Last week, I was in the Philippines for the Unitus Leadership Summit, an annual gathering of some of the globe’s top social entrepreneurs running many of the most innovative and fastest-growing microfinance institutions in some of the poorest areas of the world. It was a privilege to listen in on sessions where they shared what was working, what wasn’t, their challenges and their aspirations. While some of them are considered competitors, they shared very openly about the experiments they were doing in areas such as mobile banking, product development, increasing operational efficiency, raising capital, high-capacity staff recruiting and training and more.
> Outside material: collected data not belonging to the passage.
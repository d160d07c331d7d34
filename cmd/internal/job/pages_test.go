package job

import (
	"strings"
	"testing"

	"github.com/stretchr/testify/require"

	"gatesill/report/screen"
)

// No caution may fall off the lower edge of the screen: it would be taken note of
// without having been read.
func TestPagesShowEveryCaution(t *testing.T) {
	var texts []string
	for i := range 20 {
		texts = append(texts, strings.Repeat("some words of a caution ", 1+i%8)+"end"+string(rune('a'+i)))
	}
	for _, size := range [][2]int{{80, 24}, {120, 40}, {60, 20}} {
		seen := ""
		for _, page := range pages(texts, func() (int, int) { return size[0], size[1] }) {
			s := cautioning{texts: page}
			var b strings.Builder
			m := s.show(0)
			m.Title = "title"
			require.NoError(t, screen.Draw(&b, m, size[0]-1, size[1], false))
			seen += b.String()
		}
		for i := range texts {
			require.Contains(t, seen, "end"+string(rune('a'+i)), "%v", size)
		}
	}
}
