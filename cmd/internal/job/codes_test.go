package job

import (
	"slices"
	"testing"

	"gatesill/acquire/table"
	"gatesill/fit"
)

// Every code that the reader of files raises stands in the register that the
// help shows, as do those of fit and lot, which share its constants.
func TestCodesOfTheReaderAreRegistered(t *testing.T) {
	for _, c := range []string{table.CodeSameRows, table.CodeFlagWins, table.CodeUnitDoubtful, table.CodeCommentsDiffer, table.CodeCutOff, table.CodeColumnNotUsed} {
		if !slices.ContainsFunc(fit.Codes, func(i fit.CodeInfo) bool { return i.Code == c }) {
			t.Errorf("%s is in no register", c)
		}
	}
}
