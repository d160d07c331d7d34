package job

import (
	"context"
	"errors"
	"fmt"
	"math"
	"slices"
	"strings"
	"time"

	"gatesill/acquire"
	"gatesill/acquire/keeper"
	"gatesill/report"
	"gatesill/report/screen"
	"gatesill/store/record"
)

// tickEvery is how often a stage is told that time passes, and the keeper that the
// measuring loop runs.
const tickEvery = 20 * time.Millisecond

// drawEvery is how far apart two pictures of the screen lie at least.
const drawEvery = 100 * time.Millisecond

// stage is one thing that is done at the bench: it hears all that happens until it
// is over.
type stage interface {
	event(e acquire.Event)
	tick(at float64)
	key(k rune)
	over() bool
	show(at float64) screen.Model
}

// Keys of the keyboard that are no letters.
const (
	keyInterrupt = 3 // Ctrl-C
	keyEnter     = '\r'
	keyEscape    = 27
)

// lead runs one stage to its end. It is the measuring loop: nothing in it waits.
func (w *sweeper) lead(ctx context.Context, s stage) error {
	ticker := time.NewTicker(tickEvery)
	defer ticker.Stop()
	var drawn time.Time
	var told <-chan driven
	var alone <-chan keeper.OffReport
	for !s.over() {
		if w.drive != nil {
			told, alone = w.drive.told, w.drive.k.Done()
		} else {
			told, alone = nil, nil
		}
		select {
		case e := <-w.events:
			if err := w.take(e, s); err != nil {
				return err
			}
		case <-ticker.C:
			w.breakDown()
			// What has come is heard before it is asked who is silent: on a busy
			// machine the loop may be late, and the meters are not.
			for pending := len(w.events); pending > 0; pending-- {
				if err := w.take(<-w.events, s); err != nil {
					return err
				}
			}
			if s.over() {
				break
			}
			s.tick(w.elapsed())
			if w.drive != nil {
				_ = w.drive.k.Beat() // a keeper that is gone is told of by its Done
			}
			if time.Since(drawn) >= drawEvery {
				drawn = time.Now()
				if err := w.draw(s.show(w.elapsed())); err != nil {
					return err
				}
			}
		case k, open := <-w.keys:
			if !open || k == keyInterrupt {
				return context.Canceled
			}
			s.key(k)
		case d := <-told:
			w.driven(d, s)
		case r, open := <-alone:
			if open {
				w.offAlone(r, s)
			}
			if w.drive != nil {
				w.drive.ended = true
				w.undrive()
			}
		case <-ctx.Done():
			return ctx.Err()
		}
	}
	if q, ok := s.(interface{ quits() bool }); ok && q.quits() {
		return errQuit
	}
	return w.draw(s.show(w.elapsed()))
}

// breakDown puts the faults on the simulated bench whose time has come.
func (w *sweeper) breakDown() {
	for _, f := range w.faults.due(time.Now()) {
		w.say("%s", tellFault(f))
		if err := w.sim.Fault(f.Fault); err != nil {
			w.say("%v", err)
		}
	}
}

// take passes an event on: to the store, to the interlock, to the stage.
func (w *sweeper) take(e acquire.Event, s stage) error {
	e = w.exchanged(e)
	w.resolve(e)
	if err := w.hear(e); err != nil {
		return err
	}
	if e.Lost || e.Opened {
		kind, text := "opened", "line "+e.Line+" of the "+e.Role+" meter"
		if e.Lost {
			kind = "lost"
			if e.Err != nil {
				text += ": " + e.Err.Error()
			}
		}
		if err := w.sitting.event(kind, "%s", text); err != nil {
			return err
		}
	}
	for _, r := range e.Readings {
		w.last[r.Role] = heardLast{r, w.last[r.Role].number}
		if r.Value.IsKnown() {
			w.last[r.Role] = heardLast{r, r}
		}
	}
	w.lock.Event(e)
	s.event(e)
	return nil
}

// heardLast is what a meter said last, and the last that was a number.
type heardLast struct{ any, number record.Reading }

// staleAfter is the age at which a reading outside of a sweep counts as old, s.
const staleAfter = 1.5

// shown is what the meters say now, outside of a sweep.
func (w *sweeper) shown() map[string]acquire.Shown {
	out := map[string]acquire.Shown{}
	now := w.elapsed()
	for role, l := range w.last {
		s := acquire.Shown{Value: l.number.Value.Float(), Unit: l.number.Unit, Digit: l.number.Digit.Or(0), State: l.any.State, Why: l.any.Refused, Age: now - l.number.At}
		s.Stale = s.Age > staleAfter
		out[role] = s
	}
	return out
}

// hand sends the simulated hand to a gate voltage; a real one is told in words.
func (w *sweeper) hand(v float64) { w.handAt(v, handRate) }

func (w *sweeper) handAt(v, rate float64) {
	if w.sim == nil || w.sim.Supplies()["gate"] != "" { // a driven gate has no knob
		return
	}
	if err := w.sim.turn(v, rate); err != nil {
		w.say("%v", err)
	}
}

// resolve fills in one count of the display from the bench file where a reading
// does not tell it itself.
func (w *sweeper) resolve(e acquire.Event) {
	for i := range e.Readings {
		r := &e.Readings[i]
		x, number := r.Value.Get()
		if r.Digit.IsKnown() || !number {
			continue
		}
		for _, m := range w.bench.Meters {
			if a, ok := m.Range(x); ok && m.Role == r.Role && a.Resolution > 0 {
				r.Digit = record.Known(a.Resolution)
			}
		}
	}
}

// exchanged is the event with the roles of exchanged lines put right.
func (w *sweeper) exchanged(e acquire.Event) acquire.Event {
	if len(w.swap) == 0 {
		return e
	}
	if r, ok := w.swap[e.Role]; ok {
		e.Role = r
	}
	e.Readings = slices.Clone(e.Readings)
	for i := range e.Readings {
		r := &e.Readings[i]
		role, ok := w.swap[r.Role]
		if !ok {
			continue
		}
		r.Role = role
		if strings.HasPrefix(r.Refused, "wrong unit") { // it is the right one in its new role
			r.Refused = ""
		}
	}
	return e
}

// driven hears what came of an order to the supplies.
func (w *sweeper) driven(d driven, s stage) {
	switch {
	case d.what == "off":
		w.saw(d.off)
		if d.err != nil {
			w.say("supplies: %v", d.err)
		}
		tellOff(s, d.off)
	case d.err != nil:
		s.event(acquire.Event{At: w.elapsed(), Line: d.what + " supply", Role: d.what + " supply", Lost: true, Err: plainKeeper(d.err)})
	}
}

// plainKeeper is an error of the keeper without its own name.
func plainKeeper(err error) error { return errors.New(strings.TrimPrefix(err.Error(), "keeper: ")) }

// saw notes what the way to the off state proved.
func (w *sweeper) saw(r keeper.OffReport) {
	w.lock.DrainOff(r.Reached && r.Drain == "off", w.elapsed())
	if !r.Reached {
		w.say("the off state is not proved: drain supply %s, gate read back as %s; switch the supplies off by hand", r.Drain, report.FormatPlain(r.Gate, math.NaN(), "V"))
		w.beep(acquire.SoundStop)
	}
	for _, text := range r.Errors {
		w.say("supplies: %s", text)
	}
	_ = w.sitting.event("off", "%s; drain supply %s; gate held %v; %s after the cause", r.Reason, r.Drain, r.GateHeld, r.Took.Round(time.Millisecond))
}

// offAlone hears that the keeper went to the off state by itself.
func (w *sweeper) offAlone(r keeper.OffReport, s stage) {
	w.say("the keeper switched off: %s", r.Reason)
	w.saw(r)
	s.event(acquire.Event{At: w.elapsed(), Line: "supplies", Role: "supplies", Lost: true, Err: fmt.Errorf("switched off: %s", r.Reason)})
	tellOff(s, r)
}

// tellOff tells a stage of the off state, where it waits for it.
func tellOff(s stage, r keeper.OffReport) {
	if m, ok := s.(interface{ switchedOff(keeper.OffReport) }); ok {
		m.switchedOff(r)
	}
}

// undrive ends the keeper, which goes to the off state first.
func (w *sweeper) undrive() {
	if w.drive == nil {
		return
	}
	d := w.drive
	w.drive = nil
	if err := d.close(); err != nil && !d.ended {
		w.say("%v", err)
	}
}

// draw shows a picture, on a terminal.
func (w *sweeper) draw(m screen.Model) error {
	if w.keys == nil {
		return nil
	}
	m.Title = "sweep  lot " + w.lot.Name + m.Title
	m.Lines = append(m.Lines, w.lines...)
	if w.beeps > 0 {
		if _, err := w.rq.Raw.Write([]byte(strings.Repeat("\a", w.beeps))); err != nil {
			return err
		}
		w.beeps = 0
	}
	return w.picture.Show(m)
}

// beep sounds the terminal's bell: once for a point taken, twice for attention,
// three times for stop.
func (w *sweeper) beep(s acquire.Sound) {
	switch s {
	case acquire.SoundAccept:
		w.beeps = max(w.beeps, 1)
	case acquire.SoundAttention:
		w.beeps = max(w.beeps, 2)
	case acquire.SoundStop:
		w.beeps = 3
	}
}

// values shows the readings of every meter.
func (w *sweeper) values(latest map[string]acquire.Shown) []screen.Value {
	var out []screen.Value
	for _, m := range w.bench.Meters {
		role := m.Role
		s, ok := latest[role]
		if !ok {
			continue
		}
		v := screen.Value{Role: role, Label: m.Name, Age: s.Age, Stale: s.Stale, Note: s.Why}
		if math.IsInf(s.Age, 0) {
			v.Age = math.NaN()
		}
		if !math.IsNaN(s.Value) {
			v.Text, v.Unit = screen.Fixed(s.Value, s.Digit, s.Unit)
		}
		switch {
		case s.State != "":
			v.Note = first(v.Note, string(s.State))
		case s.Stuck:
			v.Note = first(v.Note, "stands still")
		}
		out = append(out, v)
	}
	return out
}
One of the most fascinating topics was their focus on innovating to increase the productivity of their largest group of staff, loan officers. Loan officers are the front-line staff who directly provide financial services (including microcredit) to their bottom of the pyramid customers and make up 70%+ of their staff count. If they can increase loan officer productivity, their whole cost structure goes down and ultimately they can pass the savings on to the customer in the form of lower interest rates. So, this is a very important metric!

Many MFI’s are happy if a single loan officer can serve 300 clients at a time. [Remember the loan officer goes to the client and often they meet once per week with every client, so the number of touchpoints and travel time is significant.] The conversation started off with how they were not satisfied that 750 (!) clients per loan officer was the maximum productivity. Many of them are now reaching this level of productivity. They get to the 750 number as center groups of 50, 3 center meetings per day and 5 days per week. Of course, there’s the recruitment of new members, new member training, follow-up on members, data entry, various paperwork, etc. which also needs to be done.

So, we had a brainstorming session on ways to further increase productivity without overloading a loan officer. Here are some of the ideas that came up:

  • Reduce the maximum radius to client location to 10km (usually now further)
  • Collections every 2 weeks (half the # of trips/meetings)
  • Deploy handheld/wireless devices to loan officers to reduce paperwork and cash-handling time and cost of float (and reduce group meeting time)
  • Create pre-printed stickers to put in client passbooks (rather than having to handwrite each entry in each passbook…loan officer has to do this as most women are illiterate)

But then the discussion went in a different direction … rather than focusing on the # of clients per loan officer as the productivity metric, why not focus on margin generated per loan officer? This has a number of implications and issues including:

  • This would encourage innovation around offering additional products to clients so that meeting times have a lower relative transaction cost. e.g. if you also provided insurance products or health products in the same client meeting, there is a much smaller incremental cost as the meeting is already scheduled.
  • Would loan officers be able to handle a broader range of products well?
  • Would this type of focus increase or decrease client retention long-term?
  • Will loan officers then seek to focus on less poor clients who have capacity for say larger loans with more margin?

So, there wasn’t any silver bullet and with every attempt to innovate there is going to need to be experimentation and refinement. But, I really liked the continuous improvement attitude that they demonstrated and the willingness to challenge the current status quo thinking.